--- Recorded information Enclosed Below ---
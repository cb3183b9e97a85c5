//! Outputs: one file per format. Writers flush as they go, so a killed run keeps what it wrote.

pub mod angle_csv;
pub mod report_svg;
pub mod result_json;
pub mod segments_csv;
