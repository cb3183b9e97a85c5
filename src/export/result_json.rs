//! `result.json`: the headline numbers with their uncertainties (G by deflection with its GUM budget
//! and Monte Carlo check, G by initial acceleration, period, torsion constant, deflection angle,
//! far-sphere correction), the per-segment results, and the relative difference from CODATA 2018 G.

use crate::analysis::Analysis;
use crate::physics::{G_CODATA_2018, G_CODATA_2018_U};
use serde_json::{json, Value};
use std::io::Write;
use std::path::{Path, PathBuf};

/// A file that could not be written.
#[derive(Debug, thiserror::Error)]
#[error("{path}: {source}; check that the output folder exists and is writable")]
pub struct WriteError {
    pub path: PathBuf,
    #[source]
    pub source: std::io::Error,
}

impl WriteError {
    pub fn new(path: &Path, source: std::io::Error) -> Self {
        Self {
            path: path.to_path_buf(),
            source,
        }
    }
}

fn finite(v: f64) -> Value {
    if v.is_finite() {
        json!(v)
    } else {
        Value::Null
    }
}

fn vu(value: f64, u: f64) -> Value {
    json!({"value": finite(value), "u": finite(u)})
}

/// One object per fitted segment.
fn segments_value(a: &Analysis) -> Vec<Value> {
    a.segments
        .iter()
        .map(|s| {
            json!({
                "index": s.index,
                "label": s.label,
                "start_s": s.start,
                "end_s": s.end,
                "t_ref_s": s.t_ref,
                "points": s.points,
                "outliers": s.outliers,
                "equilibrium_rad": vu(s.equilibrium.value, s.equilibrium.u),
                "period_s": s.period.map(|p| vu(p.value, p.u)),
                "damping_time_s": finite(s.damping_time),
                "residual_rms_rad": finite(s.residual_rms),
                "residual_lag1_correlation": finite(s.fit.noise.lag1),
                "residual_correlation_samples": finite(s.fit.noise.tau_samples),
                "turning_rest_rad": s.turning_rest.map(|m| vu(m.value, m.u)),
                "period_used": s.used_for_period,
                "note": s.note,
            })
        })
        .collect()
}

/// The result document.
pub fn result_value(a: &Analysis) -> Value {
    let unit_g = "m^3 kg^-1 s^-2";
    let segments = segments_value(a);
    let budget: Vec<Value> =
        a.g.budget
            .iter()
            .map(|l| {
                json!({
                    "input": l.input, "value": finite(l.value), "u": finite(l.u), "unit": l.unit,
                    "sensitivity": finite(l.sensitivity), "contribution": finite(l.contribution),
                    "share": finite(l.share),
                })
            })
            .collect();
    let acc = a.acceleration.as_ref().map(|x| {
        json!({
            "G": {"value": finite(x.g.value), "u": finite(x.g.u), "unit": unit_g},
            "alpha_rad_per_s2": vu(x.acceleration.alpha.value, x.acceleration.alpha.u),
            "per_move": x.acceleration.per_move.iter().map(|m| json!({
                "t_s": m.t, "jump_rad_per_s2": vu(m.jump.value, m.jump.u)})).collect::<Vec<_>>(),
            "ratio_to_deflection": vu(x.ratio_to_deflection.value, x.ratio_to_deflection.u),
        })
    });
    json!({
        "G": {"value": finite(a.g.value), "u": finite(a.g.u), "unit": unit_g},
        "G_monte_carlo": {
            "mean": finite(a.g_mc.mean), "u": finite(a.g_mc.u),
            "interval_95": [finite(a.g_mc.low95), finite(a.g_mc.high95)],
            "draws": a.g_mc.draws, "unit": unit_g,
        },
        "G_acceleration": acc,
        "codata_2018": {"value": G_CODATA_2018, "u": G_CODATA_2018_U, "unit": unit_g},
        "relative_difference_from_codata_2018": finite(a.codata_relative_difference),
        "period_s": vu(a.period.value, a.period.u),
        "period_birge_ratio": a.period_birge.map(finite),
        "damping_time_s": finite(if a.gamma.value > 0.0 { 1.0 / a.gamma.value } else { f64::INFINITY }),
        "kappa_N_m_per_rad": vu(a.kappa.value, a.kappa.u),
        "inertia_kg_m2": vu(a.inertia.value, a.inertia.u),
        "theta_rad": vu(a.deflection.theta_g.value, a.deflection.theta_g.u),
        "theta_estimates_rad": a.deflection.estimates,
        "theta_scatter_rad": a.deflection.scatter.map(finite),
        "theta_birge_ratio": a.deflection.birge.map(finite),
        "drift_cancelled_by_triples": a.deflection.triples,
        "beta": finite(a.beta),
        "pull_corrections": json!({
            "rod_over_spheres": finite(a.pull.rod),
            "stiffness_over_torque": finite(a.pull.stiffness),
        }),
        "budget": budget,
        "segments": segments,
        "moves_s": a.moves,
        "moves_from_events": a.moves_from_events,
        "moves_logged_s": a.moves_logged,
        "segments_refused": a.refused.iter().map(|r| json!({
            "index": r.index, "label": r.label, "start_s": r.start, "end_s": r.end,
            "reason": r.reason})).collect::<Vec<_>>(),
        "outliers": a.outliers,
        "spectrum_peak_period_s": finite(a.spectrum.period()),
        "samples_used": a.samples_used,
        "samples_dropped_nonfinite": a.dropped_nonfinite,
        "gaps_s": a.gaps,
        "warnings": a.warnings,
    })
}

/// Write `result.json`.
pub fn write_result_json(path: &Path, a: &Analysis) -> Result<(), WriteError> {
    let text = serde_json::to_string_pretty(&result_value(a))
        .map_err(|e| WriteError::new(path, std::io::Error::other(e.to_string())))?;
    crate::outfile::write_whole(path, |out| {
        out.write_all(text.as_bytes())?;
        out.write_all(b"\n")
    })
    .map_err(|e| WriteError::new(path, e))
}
--- End of Enclosed Recorded information ---
--- Recorded information Enclosed Below ---
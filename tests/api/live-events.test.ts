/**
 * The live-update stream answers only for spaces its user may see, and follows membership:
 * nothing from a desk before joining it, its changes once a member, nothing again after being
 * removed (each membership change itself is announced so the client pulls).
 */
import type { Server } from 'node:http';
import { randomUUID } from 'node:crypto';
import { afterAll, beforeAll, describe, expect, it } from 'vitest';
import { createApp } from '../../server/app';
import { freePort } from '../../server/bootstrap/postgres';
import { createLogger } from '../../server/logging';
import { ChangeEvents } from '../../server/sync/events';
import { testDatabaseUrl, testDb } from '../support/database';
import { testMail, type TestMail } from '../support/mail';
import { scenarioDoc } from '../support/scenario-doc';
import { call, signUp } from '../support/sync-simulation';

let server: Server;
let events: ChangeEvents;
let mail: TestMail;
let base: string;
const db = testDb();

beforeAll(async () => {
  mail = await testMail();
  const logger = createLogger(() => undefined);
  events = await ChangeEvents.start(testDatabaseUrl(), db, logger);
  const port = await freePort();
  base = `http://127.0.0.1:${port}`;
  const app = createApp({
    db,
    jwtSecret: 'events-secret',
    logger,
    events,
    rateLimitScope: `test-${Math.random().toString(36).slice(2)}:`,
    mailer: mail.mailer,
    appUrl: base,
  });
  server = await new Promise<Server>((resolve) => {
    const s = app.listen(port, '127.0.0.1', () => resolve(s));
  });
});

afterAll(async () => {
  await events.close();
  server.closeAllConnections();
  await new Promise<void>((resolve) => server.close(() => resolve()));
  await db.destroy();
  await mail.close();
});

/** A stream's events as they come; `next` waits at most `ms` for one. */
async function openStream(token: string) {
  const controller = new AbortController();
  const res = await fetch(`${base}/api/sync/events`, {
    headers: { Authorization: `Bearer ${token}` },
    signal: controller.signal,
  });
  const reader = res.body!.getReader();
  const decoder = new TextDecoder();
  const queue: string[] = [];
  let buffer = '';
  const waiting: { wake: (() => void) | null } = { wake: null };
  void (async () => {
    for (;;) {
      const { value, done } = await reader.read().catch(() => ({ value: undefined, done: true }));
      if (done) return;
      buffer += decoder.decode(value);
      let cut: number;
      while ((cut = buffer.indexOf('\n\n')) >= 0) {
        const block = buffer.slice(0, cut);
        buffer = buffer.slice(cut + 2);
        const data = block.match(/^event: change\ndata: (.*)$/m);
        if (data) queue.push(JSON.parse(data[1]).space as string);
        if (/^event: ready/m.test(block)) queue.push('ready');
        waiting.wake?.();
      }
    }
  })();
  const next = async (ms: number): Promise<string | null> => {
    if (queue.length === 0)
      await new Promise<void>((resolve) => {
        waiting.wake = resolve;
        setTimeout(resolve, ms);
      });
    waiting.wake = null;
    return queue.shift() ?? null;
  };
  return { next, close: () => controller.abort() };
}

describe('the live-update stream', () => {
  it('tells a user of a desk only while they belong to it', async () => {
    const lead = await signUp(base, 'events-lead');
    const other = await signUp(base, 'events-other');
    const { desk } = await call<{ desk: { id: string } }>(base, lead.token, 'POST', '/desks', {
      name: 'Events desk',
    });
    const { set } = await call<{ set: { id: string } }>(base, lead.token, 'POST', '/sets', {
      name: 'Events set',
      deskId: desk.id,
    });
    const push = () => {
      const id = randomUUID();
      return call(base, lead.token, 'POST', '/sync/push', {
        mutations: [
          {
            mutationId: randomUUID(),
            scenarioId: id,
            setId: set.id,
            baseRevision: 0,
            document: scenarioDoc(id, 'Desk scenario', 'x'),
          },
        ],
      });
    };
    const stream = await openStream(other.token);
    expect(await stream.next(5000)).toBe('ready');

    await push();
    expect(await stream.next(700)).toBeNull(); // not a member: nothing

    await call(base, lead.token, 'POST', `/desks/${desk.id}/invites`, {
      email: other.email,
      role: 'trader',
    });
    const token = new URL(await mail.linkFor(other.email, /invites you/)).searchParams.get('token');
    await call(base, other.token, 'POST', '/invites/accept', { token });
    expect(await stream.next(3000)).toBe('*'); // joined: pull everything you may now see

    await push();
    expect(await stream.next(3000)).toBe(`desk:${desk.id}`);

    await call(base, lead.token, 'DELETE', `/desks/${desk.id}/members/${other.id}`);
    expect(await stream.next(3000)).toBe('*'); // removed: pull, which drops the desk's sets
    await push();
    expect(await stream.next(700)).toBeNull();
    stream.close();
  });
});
--- End of Enclosed Recorded information ---
Brief: Identify the lines of the entries containing the string "ChangeEvents". Copy each such line.

Finished task:
import { ChangeEvents } from '../../server/sync/events';
let events: ChangeEvents;
  events = await ChangeEvents.start(testDatabaseUrl(), db, logger);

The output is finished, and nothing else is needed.